In the months leading up to the election, there seemed to be, in many progressive circles, this belief that there was a sort of “transitive property of evil,” whereby anyone who supported a certain morally debased candidate was, necessarily, him or herself, debased. And this was something that I couldn’t fully believe. So the initial impetus for the trip was to go out and try to understand what compelled decent people to support someone I found to be indecent. I felt, within the confines of my cosmopolitan bubble, that my community had a limited view of what was happening in the country, made worse by the echo chamber of the curated internet, and I was interested in understanding the systems that  enable bigotry and racism more than I was interested in shaking my fist at specific acts of hatred. And I think that’s a hard thing to do in a world that operates at such breakneck speed, where we’re always being reactive rather than contemplative.

DA: When I read the New York Times piece you wrote, I found myself getting turned around as to the sequence of events in terms of the music and the train trip. It’s an amazing hook for a project, but I thought, “Did he really just jump on a train the day after the election?”

GK: No, it was slightly premeditated. Getting back to your first question — you asked about the show at BAM and I said it was the most difficult process I’d ever experienced — a lot of that is because I had committed in 2015 to premiere the show at BAM in November 2017, and yet when I got back from the train trip toward the end of November 2016, it didn’t take me long to realize that I needed to scrap most of what I’d written, and begin again. But even after that realization, it took me several months to find the right tone in which to write with care about the people I’d met, and about the internal experiences I’d had while riding the rails. The trip was deeply, deeply healing, and yet I didn’t want to seem Pollyanna-ish in suggesting, through the work, that the analog realm is some kind of guaranteed, magical salve for our ongoing socio-political crisis. It’s hard for me to have perspective up there, since it’s only me on stage, but I get the sense that the piece is offering something that doesn’t exist in great quantities in our culture right now. We have this reflexive impulse to treat everyone as an ideological vessel…and not much more.
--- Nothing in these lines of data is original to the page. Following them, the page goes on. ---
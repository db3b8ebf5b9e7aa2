"""Result queries beyond `moments`: winsorising caps, CUPED statistics, quantile metrics.

Each reads only the materialised per-unit table and returns a few rows. Analysed units are
those that are neither bots nor seen in two variants.

caps          one row: every winsorised metric's cap, the ``winsorise`` quantile of the
              pooled per-unit values of all analysed units (``<metric>__cap``), and with
              CUPED the cap of its pre-period covariate (``<metric>__cap_pre``)
cuped         per variant, for every CUPED-adjusted metric: count, means and the covariance
              matrix of the per-unit outcome and covariates (``<metric>__cv_...``)
quantile_<m>  per variant, for a quantile metric: the quantile of the event-level values,
              the moments of the per-unit counts below it, the rank band of its outer
              confidence interval and the values at the band's ends
"""

from __future__ import annotations

import sqlglot.expressions as exp

from metricforge.compile.ranks import ranked, value_at
from metricforge.compile.sqlparts import (
    DOUBLE,
    aggregate,
    analysed,
    moment_aggregates,
    with_ctes,
)
from metricforge.spec.model import Kind, MetricDef, Plan
from metricforge.stats.quantiles import two_sided_z

CAPS = "caps"


def _lit(value: str | float) -> exp.Expr:
    if isinstance(value, str):
        return exp.Literal.string(value)
    return exp.cast(exp.Literal.number(repr(float(value))), DOUBLE)


def _double(e: exp.Expr) -> exp.Expr:
    return exp.cast(e, DOUBLE)


# -- which metrics ---------------------------------------------------------------------------
def reported(plan: Plan) -> list[MetricDef]:
    return [plan.metric(name) for name, _ in plan.reported]


def cuped_metrics(plan: Plan) -> list[MetricDef]:
    """Metrics adjusted by their pre-period value: every reported one but quantiles."""
    if not (plan.spec.cuped and plan.pre_period_days > 0):
        return []
    return [m for m in reported(plan) if m.kind is not Kind.QUANTILE]


def capped_metrics(plan: Plan) -> list[MetricDef]:
    return [m for m in reported(plan) if m.winsorise is not None]


def quantile_metrics(plan: Plan) -> list[MetricDef]:
    return [m for m in reported(plan) if m.kind is Kind.QUANTILE]


# -- caps -------------------------------------------------------------------------------------
def cap_column(metric: MetricDef, pre: bool = False) -> str:
    return f"{metric.name}__cap_pre" if pre else f"{metric.name}__cap"


def capped(value: exp.Expr, metric: MetricDef, pre: bool = False) -> exp.Expr:
    """``value`` capped at the metric's cap (NULL stays NULL); unchanged if not winsorised."""
    if metric.winsorise is None:
        return value
    cap = exp.column(cap_column(metric, pre), table=CAPS)
    return exp.Case().when(value.copy() > cap, cap.copy()).else_(value)


def _covariate(metric: MetricDef) -> tuple[exp.Expr, exp.Expr]:
    """A non-ratio metric's pre-period covariate (0 without pre-period data) and indicator.

    A mean metric has a pre-period value only if the unit had matching events then; every
    other kind has one whenever the unit had any pre-period event (`has_pre`).
    """
    xpre = exp.column(f"xpre_{metric.name}")
    if metric.kind is Kind.MEAN:
        has = xpre.is_(exp.null()).not_()
        return exp.Coalesce(this=xpre, expressions=[_lit(0.0)]), has
    return xpre, exp.column("has_pre")


def _pre_value(metric: MetricDef) -> exp.Expr:
    """The pre-period value that is capped: the covariate, or a ratio's pre numerator."""
    if metric.is_ratio:
        return exp.column(f"xpre_{metric.name}")
    return _covariate(metric)[0]


def cap_ctes(plan: Plan, table: str) -> list[tuple[str, exp.Select]]:
    """CTEs ending in the one-row table ``caps``; empty if no reported metric is capped."""
    metrics = capped_metrics(plan)
    if not metrics:
        return []
    adjusted = {m.name for m in cuped_metrics(plan)}
    branches: list[exp.Select] = []
    keys: list[tuple[str, str]] = []
    for metric in metrics:
        assert metric.winsorise is not None
        x = exp.column(f"x_{metric.name}")
        sources: list[tuple[str, exp.Expr, str]] = [(metric.name, x, cap_column(metric))]
        if metric.name in adjusted:
            sources.append((f"{metric.name}:pre", _pre_value(metric), cap_column(metric, True)))
        for key, value, column in sources:
            branches.append(
                exp.select(
                    exp.alias_(_lit(key), "k"),
                    exp.alias_(_double(value), "v"),
                    exp.alias_(_lit(metric.winsorise), "lvl"),
                )
                .from_(table)
                .where(exp.and_(analysed(), x.is_(exp.null()).not_()))
            )
            keys.append((key, column))
    values: exp.Query = branches[0]
    for branch in branches[1:]:
        values = exp.union(values, branch, distinct=False)
    levels = (
        exp.select(exp.column("k"), exp.alias_(value_at(exp.column("lvl")), "cap"))
        .from_("cap_ranked")
        .group_by(exp.column("k"))
    )
    pivot = exp.select(
        *[
            exp.alias_(
                exp.Max(this=exp.Case().when(exp.column("k").eq(_lit(k)), exp.column("cap"))), c
            )
            for k, c in keys
        ]
    ).from_("cap_levels")
    return [
        ("cap_values", values),  # type: ignore[list-item]
        ("cap_ranked", ranked("cap_values", "k", "v", "lvl")),
        ("cap_levels", levels),
        (CAPS, pivot),
    ]


def caps_query(plan: Plan, table: str) -> exp.Select:
    return with_ctes(exp.select(exp.Star()).from_(CAPS), cap_ctes(plan, table))


# -- CUPED ------------------------------------------------------------------------------------
def cuped_variables(metric: MetricDef) -> list[tuple[str, exp.Expr]]:
    """The per-unit variables whose moments CUPED needs, named as in the result columns:
    (x, c, h) for per-unit metrics, (x, y, xpre, ypre, h) for ratios; h is the indicator of
    pre-period data, c the covariate (0 where h is 0)."""
    name = metric.name
    x = capped(exp.column(f"x_{name}"), metric)
    if metric.is_ratio:
        has: exp.Expr = exp.column("has_pre")
        found: list[tuple[str, exp.Expr]] = [
            ("x", x),
            ("y", exp.column(f"y_{name}")),
            ("xpre", capped(exp.column(f"xpre_{name}"), metric, pre=True)),
            ("ypre", exp.column(f"ypre_{name}")),
        ]
    else:
        covariate, has = _covariate(metric)
        found = [("x", x), ("c", capped(covariate, metric, pre=True))]
    one, zero = exp.Literal.number(1), exp.Literal.number(0)
    found.append(("h", exp.Case().when(has, one).else_(zero)))
    if metric.kind is Kind.MEAN:  # units without a value are not part of a mean metric
        present = exp.column(f"x_{name}").is_(exp.null()).not_()
        found = [(k, exp.Case().when(present.copy(), v)) for k, v in found]
    return [(k, _double(v)) for k, v in found]


def cuped_column(metric: MetricDef, stat: str, a: str = "", b: str = "") -> str:
    """``<metric>__cv_n``, ``<metric>__cv_mean_<a>``, ``<metric>__cv_cov_<a>_<b>``."""
    suffix = "_".join(p for p in (stat, a, b) if p)
    return f"{metric.name}__cv_{suffix}"


def cuped_query(plan: Plan, table: str) -> exp.Select:
    """Reads ``table`` straight (with the one-row caps joined, as ``moments``), so its
    aggregates need no ORDER BY: engines feed result queries the units in one fixed order."""
    select = exp.select(exp.column("variant"))
    for metric in cuped_metrics(plan):
        for stat, a, b, agg in moment_aggregates(cuped_variables(metric), ordered=False):
            select = select.select(exp.alias_(agg, cuped_column(metric, stat, a, b)))
    source: exp.Select = select.from_(table)
    ctes = cap_ctes(plan, table)
    if ctes:
        source = source.join(exp.to_table(CAPS), join_type="cross")
    query = source.where(analysed()).group_by(exp.column("variant")).order_by("variant")
    return with_ctes(query, ctes)


# -- quantile metrics -------------------------------------------------------------------------
def value_rows(metric: MetricDef, table: str, *columns: exp.Expr) -> exp.Select:
    """One row per value of a quantile metric (``v``) of the analysed units of ``table``
    (its list column ``v_<metric>``), with ``columns`` of the unit."""
    return (
        exp.select(*columns, exp.column("v"))
        .from_(table)
        .join(
            exp.Unnest(
                expressions=[exp.column(f"v_{metric.name}")],
                alias=exp.TableAlias(this=exp.to_identifier("t"), columns=[exp.to_identifier("v")]),
            ),
            join_type="cross",
        )
        .where(exp.and_(analysed(), exp.column("v").is_(exp.null()).not_()))
    )


def quantile_query(
    metric: MetricDef, table: str, alpha: float, *, ordered: bool, z: float | None = None
) -> exp.Select:
    """Per variant: the quantile of the event-level values and its outer confidence band
    (at ``z``, by default the two-sided normal quantile of ``alpha``).

    q_values  the analysed units' values, one row per value
    q_ranked  each value's position within its variant
    q_point   the variant's quantile q̂ (linear interpolation) and its number of values
    q_units   per unit: values at or below q̂ (S) and all values (M)
    q_spread  per variant: moments of S and M over units (centred aggregates)
    q_band    the levels q ∓ z·σ, clipped to [0, 1], with σ² the delta-method variance of
              ΣS/ΣM (the proportion at or below q̂ respects clustering by unit)
    (final)   the quantiles at the band's levels (the outer confidence interval)
    """
    var = exp.column("variant")
    values = value_rows(metric, table, exp.column("variant"), exp.column("unit"))
    point = (
        exp.select(
            var.copy(),
            exp.alias_(exp.Max(this=exp.column("n")), "n_values"),
            exp.alias_(value_at(_lit(metric.q)), "quantile"),
        )
        .from_("q_ranked")
        .group_by(var.copy())
    )
    below = exp.Case().when(
        exp.column("v", "rk") <= exp.column("quantile", "p"), exp.Literal.number(1)
    )
    units = (
        exp.select(
            exp.column("variant", "rk"),
            exp.column("unit", "rk"),
            exp.alias_(exp.cast(exp.Count(this=below), DOUBLE), "s"),
            exp.alias_(exp.cast(exp.Count(this=exp.Star()), DOUBLE), "m"),
        )
        .from_(exp.alias_(exp.to_table("q_ranked"), "rk", table=True))
        .join(
            exp.alias_(exp.to_table("q_point"), "p", table=True),
            on=exp.column("variant", "rk").eq(exp.column("variant", "p")),
        )
        .group_by(exp.column("variant", "rk"), exp.column("unit", "rk"))
    )
    s, m = exp.column("s"), exp.column("m")
    spread = (
        exp.select(
            var.copy(),
            exp.alias_(exp.Count(this=exp.Star()), "n_units"),
            exp.alias_(aggregate(exp.Avg, s.copy(), ordered=ordered), "mean_below"),
            exp.alias_(aggregate(exp.Avg, m.copy(), ordered=ordered), "mean_count"),
            exp.alias_(aggregate(exp.Variance, s.copy(), ordered=ordered), "var_below"),
            exp.alias_(aggregate(exp.Variance, m.copy(), ordered=ordered), "var_count"),
            exp.alias_(
                aggregate(exp.CovarSamp, s.copy(), m.copy(), ordered=ordered), "cov_below_count"
            ),
        )
        .from_("q_units")
        .group_by(var.copy())
    )
    band = exp.select(
        exp.column("variant", "s"),
        exp.column("n_units", "s"),
        exp.column("n_values", "p"),
        exp.column("quantile", "p"),
        *[
            exp.column(c, "s")
            for c in ("mean_below", "mean_count", "var_below", "var_count", "cov_below_count")
        ],
        *_band_levels(metric.q, two_sided_z(alpha) if z is None else z),
    ).from_(exp.alias_(exp.to_table("q_spread"), "s", table=True))
    band = band.join(
        exp.alias_(exp.to_table("q_point"), "p", table=True),
        on=exp.column("variant", "s").eq(exp.column("variant", "p")),
    )
    ends = (
        exp.select(
            exp.column("variant", "rk"),
            exp.alias_(value_at(exp.column("level_low", "b"), table="rk"), "value_low"),
            exp.alias_(value_at(exp.column("level_high", "b"), table="rk"), "value_high"),
        )
        .from_(exp.alias_(exp.to_table("q_ranked"), "rk", table=True))
        .join(
            exp.alias_(exp.to_table("q_band"), "b", table=True),
            on=exp.column("variant", "rk").eq(exp.column("variant", "b")),
        )
        .group_by(exp.column("variant", "rk"))
    )
    final = (
        exp.select(
            exp.Column(this=exp.Star(), table=exp.to_identifier("b")),
            exp.column("value_low", "e"),
            exp.column("value_high", "e"),
        )
        .from_(exp.alias_(exp.to_table("q_band"), "b", table=True))
        .join(
            exp.alias_(exp.to_table("q_ends"), "e", table=True),
            on=exp.column("variant", "b").eq(exp.column("variant", "e")),
        )
        .order_by(exp.column("variant", "b"))
    )
    return with_ctes(
        final,
        [
            ("q_values", values),
            ("q_ranked", ranked("q_values", "variant", "v", "unit")),
            ("q_point", point),
            ("q_units", units),
            ("q_spread", spread),
            ("q_band", band),
            ("q_ends", ends),
        ],
    )


def _band_levels(q: float, z: float) -> list[exp.Expr]:
    """level_low, level_high = q ∓ z·σ clipped to [0, 1]; σ² = Var(ΣS/ΣM) by the delta
    method, written as in ``stats.moments.ratio_point_and_variance``:
    (var_S − 2r·cov + r·(r·var_M)) / n / mean_M / mean_M with r = mean_S / mean_M."""

    def col(name: str) -> exp.Expr:
        return exp.column(name, "s")

    r = exp.paren(exp.Div(this=col("mean_below"), expression=col("mean_count")))
    resid = exp.Add(
        this=exp.Sub(
            this=col("var_below"),
            expression=exp.Mul(
                this=_lit(2.0),
                expression=exp.paren(exp.Mul(this=r.copy(), expression=col("cov_below_count"))),
            ),
        ),
        expression=exp.Mul(
            this=r.copy(),
            expression=exp.paren(exp.Mul(this=r.copy(), expression=col("var_count"))),
        ),
    )
    variance: exp.Expr = exp.Greatest(this=exp.paren(resid), expressions=[_lit(0.0)])
    for divisor in (_double(col("n_units")), col("mean_count"), col("mean_count")):
        variance = exp.Div(this=variance, expression=divisor)
    half = exp.Mul(this=_lit(z), expression=exp.Sqrt(this=variance))
    low = exp.Greatest(this=exp.Sub(this=_lit(q), expression=half), expressions=[_lit(0.0)])
    high = exp.Least(this=exp.Add(this=_lit(q), expression=half.copy()), expressions=[_lit(1.0)])
    return [exp.alias_(low, "level_low"), exp.alias_(high, "level_high")]


def extra_results(plan: Plan, table: str, *, ordered: bool) -> list[tuple[str, exp.Select]]:
    """The named result queries this module adds to a run."""
    out: list[tuple[str, exp.Select]] = []
    if capped_metrics(plan):
        out.append(("caps", caps_query(plan, table)))
    if cuped_metrics(plan):
        out.append(("cuped", cuped_query(plan, table)))
    for metric in quantile_metrics(plan):
        query = quantile_query(metric, table, plan.spec.alpha, ordered=ordered)
        out.append((f"quantile_{metric.name}", query))
    return out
I feel like if we’re actually going to heal and move forward, we need to be able to carry the complex truth, without creating moral equivalencies, that there are legitimate grievances on both sides of the political divide. It’s tempting to create hierarchies of suffering, but I believe that the road to reconciliation — if such a road exists — is to be able to say that yes, on the one hand, systemic racism is real and is toxic and destructive and causes suffering, misery, and death on a daily basis; and on the other hand, it’s the case that the manufacturing jobs that millions depended on for economic security have all but vanished, and that we’ve done a poor job of reinvigorating the communities that have been eviscerated as a result of those job losses. And further, we should acknowledge that racial resentment is a wedge that for centuries has been leveraged by those in power as a way of preventing solidarity between working white people and people of color. Again, I think we should focus on system rather than symptom, while at the same time getting reacquainted with the idea that those on the other side of the political divide are people, and not just containers for an ideology we disagree with.

DA: In these interactions on the train, were you keeping journalistic distance, or were you bouncing opinions back and forth?

GK: I really tried not to argue with people. In the couple of instances in which I did, I went back to my sleeper car and chided myself in the journal I was keeping for having gotten into an argument. It never got heated. I really resisted trying to convince anyone of anything.

Because of the proximity to the election, I didn’t have to work very hard to get people talking. And even though everyone wanted to talk about politics, the songs in this project ended up revolving around family…around the sacrifices people were making for family.

DA: Your last big project was The Ambassador, which was a fully staged production with an eight-piece band. How is Book of Travelers a departure from that large-scale approach?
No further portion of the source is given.